======== SOURCE MATERIAL

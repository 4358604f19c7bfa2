import { describe, expect, it } from "vitest";
import { HBAR, SPEED_OF_LIGHT } from "../../src/constants";
import type { MechanismBudget, MechanismTerm } from "../../src/engine/mechanisms";
import { evaluate, evaluateMechanisms, loadSetup, prepare } from "../../src/pipeline";
import type { ComponentDescription, SetupDescription } from "../../src/setup/format";
import type { NoiseBudget } from "../../src/engine/budget";
import { expectAllClose } from "../helpers/close";
import { cavityReadout, probedBody, setup } from "../helpers/setups";

/**
 * The budget by mechanism (src/engine/mechanisms.ts) against closed forms of imprecision,
 * back-action and their cross-correlation:
 * - a travelling-wave QND probe of a free mass: S_x^imp·S_F^ba = ħ² (one-sided) without
 *   correlation, and S_x^imp·S_F^ba − S_xF² = ħ² for a variational (tilted) homodyne, the
 *   correlated form of the Heisenberg bound (Braginsky & Khalili, Quantum Measurement (1992),
 *   ch. on linear measurements; Kimble et al., Phys. Rev. D 65, 022002 (2001), Sec. V);
 * - the tuned interferometer's two-photon relations b2 = (a2 − K a1)e^{2iβ} + … (Kimble et al.
 *   2001, Sec. II–IV): shot noise h_SQL²/(2K), radiation pressure h_SQL²K/2, and for light with
 *   noise matrix N the cross term −h_SQL² N12; read at the angle ζ from the amplitude
 *   quadrature the cross term is −h_SQL² cot ζ, and cot ζ = K gives h_SQL²/(2K) (their
 *   variational readout, lossless).
 * Every check also holds the parts to the budget's own terms: they add up to rounding.
 */

const GRID = { from: 1, to: 1e4, points: 61 };
const MASS = 40;
const L = 4000;
const F_ARM = 100;
const GAMMA = 2 * Math.PI * F_ARM;
const OMEGA0 = (2 * Math.PI * SPEED_OF_LIGHT) / 1064e-9;
const P_ARM = 8e5;

/** K = (I0/I_SQL)·2γ⁴/(Ω²(γ²+Ω²)), I_SQL = mL²γ⁴/(4ω0), I0 = 2LγP_arm/c (Kimble et al. 2001; see interferometer.test.ts). */
function kimbleK(f: number): number {
  const w = 2 * Math.PI * f;
  const i0 = (2 * L * GAMMA * P_ARM) / SPEED_OF_LIGHT;
  const iSql = (MASS * L ** 2 * GAMMA ** 4) / (4 * OMEGA0);
  return (i0 / iSql) * ((2 * GAMMA ** 4) / (w ** 2 * (GAMMA ** 2 + w ** 2)));
}

/** h_SQL² = 8ħ/(mΩ²L²) (Kimble et al. 2001). */
function hSql2(f: number): number {
  return (8 * HBAR) / (MASS * (2 * Math.PI * f) ** 2 * L ** 2);
}

function ifo(light: ComponentDescription, angle = "90 deg", params: Record<string, string> = {}): SetupDescription {
  return setup(
    [
      light,
      { name: "ifo", type: "interferometer", params: { mass: `${MASS} kg`, armLength: `${L} m`, armBandwidth: `${F_ARM} Hz`, power: `${P_ARM} W`, ...params } },
      { name: "detector", type: "homodyne", params: { angle } },
    ],
    [
      ["light.out", "ifo.in"],
      ["ifo.out", "detector.in"],
    ],
    { signal: { kind: "strain", on: "ifo" } },
  );
}

function run(description: SetupDescription, grid: typeof GRID | Float64Array = GRID): { budget: NoiseBudget; split: MechanismBudget } {
  const prepared = prepare(loadSetup(description));
  return { budget: evaluate(prepared, grid).budget, split: evaluateMechanisms(prepared, grid) };
}

function only(split: MechanismBudget, owner: string): MechanismTerm {
  const terms = split.terms.filter((t) => t.owner === owner);
  expect(terms.map((t) => t.label)).toHaveLength(1);
  return terms[0];
}

/** The parts add up to the whole and the whole is the budget's terms (rounding: a few ulps of the largest part). */
function expectAddsUp(budget: NoiseBudget, term: MechanismTerm): void {
  const nf = budget.frequencies.length;
  for (let f = 0; f < nf; f++) {
    const fromBudget = term.budgetTerms.reduce((s, id) => s + (budget.terms.find((t) => t.id === id)?.psd[f] ?? 0), 0);
    const sum = term.imprecision[f] + term.backAction[f] + term.correlation[f];
    const scale = Math.abs(term.imprecision[f]) + Math.abs(term.backAction[f]) + Math.abs(term.correlation[f]);
    expect(Math.abs(sum - term.psd[f]), `parts vs whole at ${budget.frequencies[f]} Hz`).toBeLessThanOrEqual(1e-13 * scale);
    expect(Math.abs(fromBudget - term.psd[f]), `whole vs budget at ${budget.frequencies[f]} Hz`).toBeLessThanOrEqual(1e-12 * scale);
  }
}

describe("budget by mechanism: tuned interferometer (Kimble et al. 2001)", () => {
  it("vacuum, phase readout: imprecision h_SQL²/(2K), back-action h_SQL²K/2, no correlation", () => {
    const { budget, split } = run(ifo({ name: "light", type: "vacuum" }));
    const t = only(split, "light");
    expect(t.budgetTerms).toHaveLength(2);
    const f = Array.from(budget.frequencies);
    expectAllClose(
      t.imprecision,
      f.map((x) => hSql2(x) / (2 * kimbleK(x))),
      1e-9,
      "imprecision",
    );
    expectAllClose(
      t.backAction,
      f.map((x) => (hSql2(x) * kimbleK(x)) / 2),
      1e-9,
      "back-action",
    );
    expect(t.correlation.every((c) => c === 0)).toBe(true);
    expectAddsUp(budget, t);
  });

  it.each([
    [0.8, Math.PI / 3],
    [1.15, -0.4],
    [0.5, 2.2],
  ])("squeezing r = %f at θ = %f rad: imprecision N22·h_SQL²/(2K), back-action N11·h_SQL²K/2, correlation −N12·h_SQL², N = R(θ)diag(e^{−2r}, e^{2r})R(θ)ᵀ", (r, theta) => {
    const { budget, split } = run(ifo({ name: "light", type: "squeezed", params: { r, angle: `${theta} rad` } }));
    const t = only(split, "light");
    const n11 = Math.exp(-2 * r) * Math.cos(theta) ** 2 + Math.exp(2 * r) * Math.sin(theta) ** 2;
    const n22 = Math.exp(-2 * r) * Math.sin(theta) ** 2 + Math.exp(2 * r) * Math.cos(theta) ** 2;
    const n12 = (Math.exp(-2 * r) - Math.exp(2 * r)) * Math.cos(theta) * Math.sin(theta);
    const f = Array.from(budget.frequencies);
    expectAllClose(
      t.imprecision,
      f.map((x) => (n22 * hSql2(x)) / (2 * kimbleK(x))),
      1e-9,
      "imprecision",
    );
    expectAllClose(
      t.backAction,
      f.map((x) => (n11 * hSql2(x) * kimbleK(x)) / 2),
      1e-9,
      "back-action",
    );
    expectAllClose(
      t.correlation,
      f.map((x) => -n12 * hSql2(x)),
      1e-9,
      "correlation",
    );
    // The sign of the correlation is that of sin 2θ: negative at θ = −0.4 rad.
    expect(Math.sign(t.correlation[0])).toBe(Math.sign(Math.sin(2 * theta)));
    // Total against Kimble et al. 2001 Sec. IV: (h_SQL²/2)(K + 1/K)[cosh 2r − cos 2(θ + Φ) sinh 2r], Φ = arccot K.
    expectAllClose(
      t.psd,
      f.map((x) => {
        const K = kimbleK(x);
        return (hSql2(x) / 2) * (K + 1 / K) * (Math.cosh(2 * r) - Math.cos(2 * (theta + Math.atan(1 / K))) * Math.sinh(2 * r));
      }),
      1e-9,
      "total",
    );
    expectAddsUp(budget, t);
  });

  it("variational readout at ζ with cot ζ = K(50 Hz): correlation −h_SQL² cot ζ, and the total h_SQL²/(2K) at 50 Hz", () => {
    // Derived from the two-photon relations with our homodyne angle ζ from the amplitude
    // quadrature: y ∝ cos ζ a1 + sin ζ (a2 − K a1) + √(2K) sin ζ h/h_SQL, so
    // S_h = (h_SQL²/(2K))[(cot ζ − K)² + 1]: imprecision (h_SQL²/(2K))(cot²ζ + 1),
    // back-action h_SQL²K/2, cross term −h_SQL² cot ζ (Kimble et al. 2001, Sec. V).
    const f0 = 50;
    const zeta = Math.atan(1 / kimbleK(f0));
    const freqs = Float64Array.of(5, 20, f0, 200, 2000);
    const { budget, split } = run(ifo({ name: "light", type: "vacuum" }, `${zeta} rad`), freqs);
    const t = only(split, "light");
    const cot = 1 / Math.tan(zeta);
    const f = Array.from(freqs);
    expectAllClose(
      t.imprecision,
      f.map((x) => (hSql2(x) / (2 * kimbleK(x))) * (cot * cot + 1)),
      1e-9,
      "imprecision",
    );
    expectAllClose(
      t.backAction,
      f.map((x) => (hSql2(x) * kimbleK(x)) / 2),
      1e-9,
      "back-action",
    );
    expectAllClose(
      t.correlation,
      f.map((x) => -hSql2(x) * cot),
      1e-9,
      "correlation",
    );
    expect(t.correlation.every((c) => c < 0)).toBe(true);
    expect(Math.abs(t.psd[2] - hSql2(f0) / (2 * kimbleK(f0))) / t.psd[2]).toBeLessThan(1e-9);
    expectAddsUp(budget, t);
  });

  it("arm loss is light too: its vacuum enters both paths and is split on its own", () => {
    const { budget, split } = run(ifo({ name: "light", type: "vacuum" }, "90 deg", { opticalLoss: "1e-3" }));
    const loss = only(split, "ifo");
    expect(loss.category).toBe("loss");
    expect(loss.backAction.every((v) => v > 0) && loss.imprecision.every((v) => v > 0)).toBe(true);
    expectAddsUp(budget, loss);
    expectAddsUp(budget, only(split, "light"));
    // Detection and the other loss-free terms do not move a body: the homodyne is not listed.
    expect(split.terms.some((t) => t.owner === "detector")).toBe(false);
  });
});

describe("budget by mechanism: QND probe of a free mass (Braginsky & Khalili 1992)", () => {
  const mass = 0.01;
  const power = 0.3;
  const forcePsd = (8 * HBAR * ((2 * Math.PI * SPEED_OF_LIGHT) / 1064e-9) * power) / SPEED_OF_LIGHT ** 2; // S_F = 8ħωP/c²

  it("phase readout: S_F^ba = 8ħωP/c², S_x^imp = ħ²/S_F^ba, no correlation", () => {
    const { budget, split } = run(probedBody({ body: { mass: `${mass} kg` }, probe: { power: `${power} W` } }));
    const t = only(split, "light");
    const f = Array.from(budget.frequencies);
    const chi2 = (x: number) => 1 / (mass * (2 * Math.PI * x) ** 2) ** 2;
    expectAllClose(
      t.backAction,
      f.map((x) => chi2(x) * forcePsd),
      1e-9,
      "back-action |χ|²S_F",
    );
    expectAllClose(
      t.imprecision,
      f.map(() => (HBAR * HBAR) / forcePsd),
      1e-9,
      "imprecision",
    );
    expect(t.correlation.every((c) => c === 0)).toBe(true);
    expectAddsUp(budget, t);
  });

  it.each([30, 70, 120])("homodyne at %f°: S_x^imp·S_F^ba − S_xF² = ħ² with S_xF = ħ cot ζ (correlated Heisenberg bound)", (deg) => {
    const zeta = (deg * Math.PI) / 180;
    const { budget, split } = run(probedBody({ body: { mass: `${mass} kg` }, probe: { power: `${power} W` }, angle: `${deg} deg` }));
    const t = only(split, "light");
    budget.frequencies.forEach((x, k) => {
      const chi = -1 / (mass * (2 * Math.PI * x) ** 2); // free mass χ = −1/(mΩ²), real
      const sF = t.backAction[k] / (chi * chi);
      const sXF = t.correlation[k] / (2 * chi); // S_x = S_imp + χ²S_F + 2χ S_xF for real χ
      expect(Math.abs(sF / forcePsd - 1)).toBeLessThan(1e-9);
      expect(Math.abs(sXF / (HBAR / Math.tan(zeta)) - 1)).toBeLessThan(1e-9);
      expect(Math.abs((t.imprecision[k] * sF - sXF * sXF) / (HBAR * HBAR) - 1)).toBeLessThan(1e-9);
    });
    expectAddsUp(budget, t);
  });
});

describe("budget by mechanism: other set-ups", () => {
  it("a cavity readout of an oscillator adds up to its budget; thermal noise is not listed", () => {
    const description = cavityReadout({
      body: { mass: "1 ng", frequency: "1 MHz", Q: 1e5, temperature: "4 K" },
      cavity: { linewidth: "2 MHz", photons: 1e6, g0: "100 Hz" },
      angle: "60 deg",
    });
    const { budget, split } = run(description, { from: 1e5, to: 1e7, points: 41 });
    expect(split.terms.length).toBeGreaterThan(0);
    for (const t of split.terms) {
      expect(["quantum-light", "loss"]).toContain(t.category);
      expectAddsUp(budget, t);
    }
  });

  it("two detectors combined optimally: the parts add up to the budget's terms", () => {
    const description = setup(
      [
        { name: "light", type: "squeezed", params: { squeezing: "-6 dB", angle: "20 deg" } },
        { name: "body", type: "free-mass", params: { mass: "10 g" } },
        { name: "probe", type: "position-probe", params: { power: "0.3 W" } },
        { name: "open", type: "vacuum" },
        { name: "split", type: "beam-splitter", params: { transmission: 0.35 } },
        { name: "d1", type: "homodyne", params: { angle: "20 deg", efficiency: 0.85 } },
        { name: "d2", type: "homodyne", params: { angle: "100 deg", efficiency: 0.85 } },
      ],
      [
        ["light.out", "probe.in"],
        ["probe.out", "split.in1"],
        ["open.out", "split.in2"],
        ["split.out1", "d1.in"],
        ["split.out2", "d2.in"],
        ["probe.mechanics", "body.body"],
      ],
      { readout: ["d1", "d2"] },
    );
    const { budget, split } = run(description);
    const t = only(split, "light");
    expect(t.correlation.some((c) => c !== 0)).toBe(true);
    expectAddsUp(budget, t);
  });

  it("a negative-mass spin twin in the same beam cancels the light's back-action, a positive-mass twin quadruples it (physics notes §5; Tsang & Caves, PRL 105, 123601 (2010))", () => {
    // S_ba = p_s²|k_m²χ_m + k_s²χ_s|²/(k_m²|χ_m|²) force-referred: 0 for χ_s = −χ_m at equal rates,
    // 4k_m²p_s² for χ_s = +χ_m, k_m²p_s² alone (back-action-evasion.test.ts derives it).
    const mass = 1e-11;
    const fm = 1e6;
    const k2ps2 = 4 * (2 * Math.PI * 1e3) * HBAR * mass * 2 * Math.PI * fm; // k² = 4Γ, p_s² = ħmΩ_m
    const beam = (orientation?: string) =>
      setup(
        [
          { name: "light", type: "coherent" },
          { name: "membrane", type: "oscillator", params: { mass: `${mass} kg`, frequency: `${fm} Hz`, Q: 1e4, temperature: "0 K", damping: "symmetric" } },
          { name: "probe", type: "position-probe", params: { measurementRate: "1 kHz" } },
          ...(orientation
            ? [{ name: "spin", type: "spin-ensemble", params: { atoms: 1e12, spin: 4, polarization: 1, larmorFrequency: `${fm} Hz`, linewidth: `${fm / 1e4} Hz`, readoutRate: "1 kHz", orientation } }]
            : []),
          { name: "detector", type: "homodyne" },
        ],
        [
          ["light.out", "probe.in"],
          ["probe.mechanics", "membrane.body"],
          ...((orientation
            ? [
                ["probe.out", "spin.in"],
                ["spin.out", "detector.in"],
              ]
            : [["probe.out", "detector.in"]]) as [string, string][]),
        ],
        { signal: { kind: "force", on: "membrane", referTo: "force" } },
      );
    const grid = { from: 5e5, to: 2e6, points: 41 };
    const alone = only(run(beam(), grid).split, "light");
    expectAllClose(alone.backAction, new Float64Array(grid.points).fill(k2ps2), 1e-9, "lone probe");
    const negative = run(beam("negative-mass"), grid);
    const cancelled = only(negative.split, "light");
    expect(Math.max(...cancelled.backAction) / k2ps2).toBeLessThan(1e-12);
    expectAllClose(cancelled.imprecision, alone.imprecision, 1e-9, "imprecision unchanged");
    expectAddsUp(negative.budget, cancelled);
    const positive = only(run(beam("positive-mass"), grid).split, "light");
    expectAllClose(positive.backAction, new Float64Array(grid.points).fill(4 * k2ps2), 1e-9, "positive-mass twin");
  });
});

================

▶ WORK INSTRUCTION
Everything above from the line containing "const L = 4000;" through the line containing "for (let f = 0;" must be copied exactly. Nothing outside that range belongs in the answer.

▶ WRITTEN REPLY
const L = 4000;
const F_ARM = 100;
const GAMMA = 2 * Math.PI * F_ARM;
const OMEGA0 = (2 * Math.PI * SPEED_OF_LIGHT) / 1064e-9;
const P_ARM = 8e5;

/** K = (I0/I_SQL)·2γ⁴/(Ω²(γ²+Ω²)), I_SQL = mL²γ⁴/(4ω0), I0 = 2LγP_arm/c (Kimble et al. 2001; see interferometer.test.ts). */
function kimbleK(f: number): number {
  const w = 2 * Math.PI * f;
  const i0 = (2 * L * GAMMA * P_ARM) / SPEED_OF_LIGHT;
  const iSql = (MASS * L ** 2 * GAMMA ** 4) / (4 * OMEGA0);
  return (i0 / iSql) * ((2 * GAMMA ** 4) / (w ** 2 * (GAMMA ** 2 + w ** 2)));
}

/** h_SQL² = 8ħ/(mΩ²L²) (Kimble et al. 2001). */
function hSql2(f: number): number {
  return (8 * HBAR) / (MASS * (2 * Math.PI * f) ** 2 * L ** 2);
}

function ifo(light: ComponentDescription, angle = "90 deg", params: Record<string, string> = {}): SetupDescription {
  return setup(
    [
      light,
      { name: "ifo", type: "interferometer", params: { mass: `${MASS} kg`, armLength: `${L} m`, armBandwidth: `${F_ARM} Hz`, power: `${P_ARM} W`, ...params } },
      { name: "detector", type: "homodyne", params: { angle } },
    ],
    [
      ["light.out", "ifo.in"],
      ["ifo.out", "detector.in"],
    ],
    { signal: { kind: "strain", on: "ifo" } },
  );
}

function run(description: SetupDescription, grid: typeof GRID | Float64Array = GRID): { budget: NoiseBudget; split: MechanismBudget } {
  const prepared = prepare(loadSetup(description));
  return { budget: evaluate(prepared, grid).budget, split: evaluateMechanisms(prepared, grid) };
}

function only(split: MechanismBudget, owner: string): MechanismTerm {
  const terms = split.terms.filter((t) => t.owner === owner);
  expect(terms.map((t) => t.label)).toHaveLength(1);
  return terms[0];
}

/** The parts add up to the whole and the whole is the budget's terms (rounding: a few ulps of the largest part). */
function expectAddsUp(budget: NoiseBudget, term: MechanismTerm): void {
  const nf = budget.frequencies.length;
  for (let f = 0; f < nf; f++) {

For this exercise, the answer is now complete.